PloS Med. 2007;4:e98.
Clinical Context
Worldwide children younger than 5 years have about 3 cases of diarrhea annually and 1.6 to 2.5 million children younger than 5 years die each year from diarrhea, with 34% of adults and children reporting taking an antidiarrheal medication in the United States and loperamide as a first-line agent. However, both the World Health Organization and the American Academy of Pediatrics are concerned about the use of loperamide in children because of efficacy and safety issues, but loperamide is approved for use in the United States for children older than 2 years.
This is a systematic review and meta-analysis of studies examining the efficacy of loperamide compared with placebo in children younger than 12 years on duration and frequency of acute diarrhea.
Study Highlights
* The MEDLINE, EMBase, and Cochrane Central Register of Controlled Trials were searched, and major health organizations that focus on diarrhea prevention and treatment were contacted.

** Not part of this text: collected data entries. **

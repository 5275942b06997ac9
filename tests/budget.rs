//! What everything weighs and how long it takes, beside what it may: `cargo bench -p farstaff-tests`. Sizes gate the tests
//! (site.rs); times depend on the machine and on what else it does, so they are printed and judged by people.

use farstaff::question::ask;
use farstaff_tests::engine::{Browser, Engine};
use farstaff_tests::{Result, words};
use farstaff_www::serve::Server;
use farstaff_www::{budget, site::Site};
use serde_json::{Value, json};
use std::time::Instant;

const ENTRY: &str = "distance=60+m&tolerance=3+mm&line_height=1.2+m&sky=sunny&other_distance=50+m&collimation=0.03";
const ROUNDS: usize = 7;
/// Slow 4G: 1.6 Mbit/s, 150 ms.
const BYTES_PER_SECOND: u32 = 200_000;
const LATENCY_MS: u32 = 150;

/// Notes when the page has said that it can be used and the next picture is drawn; time runs from the tap on the link.
const WATCH: &str = "new MutationObserver((_, watch) => {
    if (!document.documentElement?.dataset.ready) return;
    watch.disconnect();
    requestAnimationFrame(() => setTimeout(() => { globalThis.readyAt = performance.now(); }));
}).observe(document, { attributes: true, subtree: true, attributeFilter: ['data-ready'] });";

/// Types digit after digit; each time is from the key to the page laid out anew.
const TYPE: &str = "const box = document.querySelector('#field-distance');
    const times = [];
    for (let i = 0; i < 60; i += 1) {
        await new Promise((done) => requestAnimationFrame(() => setTimeout(done)));
        const start = performance.now();
        box.value = String(40 + i);
        box.dispatchEvent(new Event('input', { bubbles: true }));
        document.body.getBoundingClientRect();
        times.push(performance.now() - start);
    }
    return times.slice(10);";

fn main() -> Result<()> {
    let site = farstaff_www::build().map_err(words)?;
    print!("{}", budget::report(&site).0);
    println!("\n{:<56}{:>9}  budget", "time, ms", "median");
    row("answer to a keystroke, native", &native(), 5.0);
    let log = farstaff_www::target_dir().map_err(words)?.join("budget.log");
    let browser = Engine::Chromium.start(&log)?;
    browser.viewport(412, 915)?;
    browser.cdp("Page.addScriptToEvaluateOnNewDocument", json!({ "source": WATCH }))?;
    row("answer to a keystroke and the page laid out, Chromium", &typed(&browser, &site, 1)?, 5.0);
    row("the same at 6× CPU throttle", &typed(&browser, &site, 6)?, 16.0);
    row("a reading's digit in a book of 500 setups, Chromium", &booked(&browser, &site, 1)?, 5.0);
    row("the same at 6× CPU throttle", &booked(&browser, &site, 6)?, 16.0);
    row("first visit usable, slow 4G, 4× CPU throttle", &cold(&browser, &site)?, 1500.0);
    row("start without signal, 6× CPU throttle", &warm(&browser, &site)?, 500.0);
    Ok(())
}

fn row(name: &str, times: &[f64], most: f64) {
    let mut sorted = times.to_vec();
    sorted.sort_by(f64::total_cmp);
    let at = |share: usize| sorted.get((sorted.len() - 1) * share / 100).copied().unwrap_or(f64::NAN);
    let word = if at(50) <= most { "ok" } else { "OVER" };
    println!("{name:<56}{:>9.2}  {most} {word}   ({:.2} to {:.2})", at(50), at(0), at(100));
}

/// Runs of a thousand answers each: one is shorter than clocks are good for.
fn native() -> Vec<f64> {
    let run = |_| {
        let start = Instant::now();
        for _ in 0..1000 {
            std::hint::black_box(ask("sight", std::hint::black_box(ENTRY)));
        }
        start.elapsed().as_secs_f64()
    };
    (0..ROUNDS).map(run).collect()
}

fn typed(browser: &Browser, site: &Site, throttle: u32) -> Result<Vec<f64>> {
    let server = Server::start(site.clone(), 0).map_err(words)?;
    browser.go(&format!("{}#sight?{ENTRY}", server.url()))?;
    browser.wait("document.documentElement.dataset.offline")?;
    slow_down(browser, throttle)?;
    let times = browser.js(TYPE);
    slow_down(browser, 1)?;
    times?.as_array().ok_or("no times")?.iter().map(|time| time.as_f64().ok_or("no time".to_owned())).collect()
}

/// Types into the last row of a long book, as TYPE does; the decision follows when the keys pause.
fn booked(browser: &Browser, site: &Site, throttle: u32) -> Result<Vec<f64>> {
    let server = Server::start(site.clone(), 0).map_err(words)?;
    browser.go(&format!("{}#book", server.url()))?;
    browser.wait("document.documentElement.dataset.offline")?;
    let rows: Vec<String> = (0..500).map(|i| format!("CP {i}\t1234\t\t\t30\nCP {}\t\t\t1432\t31", i + 1)).collect();
    let give = "document.querySelector('[data-do=bring]').click();
        const area = document.querySelector('dialog textarea'); area.value = ROWS;
        area.dispatchEvent(new Event('input')); document.querySelector('.ways button:last-child').click();
        document.querySelector('.row:nth-child(1000) .brief').click(); return 0;";
    browser.js(&give.replace("ROWS", &json!(rows.join("\n")).to_string()))?;
    browser.wait("document.querySelector('#book-999-3')")?;
    slow_down(browser, throttle)?;
    let times = browser.js(&TYPE.replace("#field-distance", "#book-999-3").replace("40 + i", "1400 + i"));
    slow_down(browser, 1)?;
    times?.as_array().ok_or("no times")?.iter().map(|time| time.as_f64().ok_or("no time".to_owned())).collect()
}

/// Each round visits an origin of its own, of which nothing is kept yet.
fn cold(browser: &Browser, site: &Site) -> Result<Vec<f64>> {
    let line = |latency: u32, speed: i64| {
        let speeds =
            json!({ "offline": false, "latency": latency, "downloadThroughput": speed, "uploadThroughput": speed });
        browser.cdp("Network.emulateNetworkConditions", speeds).map(drop)
    };
    browser.cdp("Network.enable", json!({}))?;
    let mut times = vec![];
    for _ in 0..ROUNDS {
        let server = Server::start(site.clone(), 0).map_err(words)?;
        server.compress();
        line(LATENCY_MS, BYTES_PER_SECOND.into())?;
        slow_down(browser, 4)?;
        times.push(visit(browser, &server.url())?);
        line(0, -1)?;
        slow_down(browser, 1)?;
    }
    Ok(times)
}

/// The worker is stopped before each round, as a phone does; it itself runs unthrottled, Chromium has no way to slow it.
fn warm(browser: &Browser, site: &Site) -> Result<Vec<f64>> {
    let server = Server::start(site.clone(), 0).map_err(words)?;
    let url = format!("{}#sight", server.url());
    browser.go(&url)?;
    browser.wait("document.documentElement.dataset.offline && navigator.serviceWorker.controller")?;
    drop(server);
    browser.cdp("ServiceWorker.enable", json!({}))?;
    let mut times = vec![];
    for _ in 0..ROUNDS {
        browser.go("about:blank")?;
        browser.cdp("ServiceWorker.stopAllWorkers", json!({}))?;
        slow_down(browser, 6)?;
        times.push(visit(browser, &url)?);
        slow_down(browser, 1)?;
    }
    Ok(times)
}

fn visit(browser: &Browser, url: &str) -> Result<f64> {
    browser.go(url)?;
    browser.wait("globalThis.readyAt")?;
    browser.js("return readyAt")?.as_f64().ok_or("no time".to_owned())
}

fn slow_down(browser: &Browser, rate: u32) -> Result<Value> {
    browser.cdp("Emulation.setCPUThrottlingRate", json!({ "rate": rate }))
}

* Major pharmaceutical companies that manufacture loperamide and authors for other clinical trials were contacted.
* Conference proceedings were not searched, and all languages were included.
* Studies were selected based on meeting 4 criteria: study design (randomized controlled trial), population (age younger than 12 years with acute diarrhea), intervention (loperamide vs placebo), and outcome data on diarrhea duration or severity.
* Primary outcomes were clinical course of diarrhea and adverse events.
* Measures of diarrhea intensity included duration in days, number of stools daily, and stool volume.
* Data were extracted independently by 2 authors, and heterogeneity was assessed by loperamide dosage and definition of diarrhea resolution across trials.
* 13 studies, which met all 4 criteria, were included.
* 975 children were assigned to loperamide and 813 to placebo.
* Of the 13 studies, 6 used loperamide doses of 0.25 mg/kg/day or more and 4 used doses of more than 0.25 mg/kg/day with the remaining giving unclear doses.
* The definition of diarrhea resolution varied from "time to last unformed stool" to "change in stool consistency" to "two or fewer liquid/soft stools/d" to "return to normal bowel habits."
* Most patients were mildly dehydrated, had a nonbacterial cause for diarrhea, and received oral rehydration therapy.
* 4 studies mentioned intravenous rehydration therapy in addition to oral therapy.
* Those assigned to loperamide had an average of 0.8 days' (95% CI, 0.7 - 0.9 days) shorter duration of diarrhea; for doses less than 0.25/kg/day, the difference was 0.7 days.
* Stool count in the first 24 hours was lower in the loperamide group compared with placebo (count ratio, 0.84; 95% CI, 0.77 - 0.92).
* In 4 studies reporting diarrhea at 48 hours, the prevalence of diarrhea was less among those allocated to loperamide with a prevalence ratio of 0.59 (95% CI, 0.45 - 0.78).
* 10.1% of those in the loperamide vs 2.1% in the placebo group had any adverse events, with a difference of 8.6% (95% CI, 6.4% - 10.9%).
* Serious adverse events, defined as ileus, lethargy, or death, occurred only in children younger than 3 years (0.9% of loperamide vs 0% of placebo patients).
* When the definition of serious adverse events was expanded to include abdominal distension and sleepiness, adverse events occurred in 2.3% of the loperamide vs 0.5% of the placebo group (difference, 1.8%).
* The associations did not change when analysis was adjusted for dose, methodologic quality, definition of diarrhea resolution, or cause of diarrhea.
* The authors concluded that modest improvement in diarrhea can be expected when loperamide was used as an adjunct to oral or intravenous rehydration in children older than 3 years.
* Oral rehydration should remain the focus of therapy for acute diarrhea.
* The authors recommended that loperamide should not be used in children younger than 3 years, or those who are malnourished or moderately or severely dehydrated, as the risks outweigh the benefits.
Pearls for Practice
* In children younger than 12 years but older than 3 years with mild diarrhea and minimal dehydration, loperamide improves diarrhea duration and frequency when used with oral rehydration.
* In children younger than 3 years, use of loperamide for acute diarrhea is associated with a higher risk for serious adverse events and is not recommended.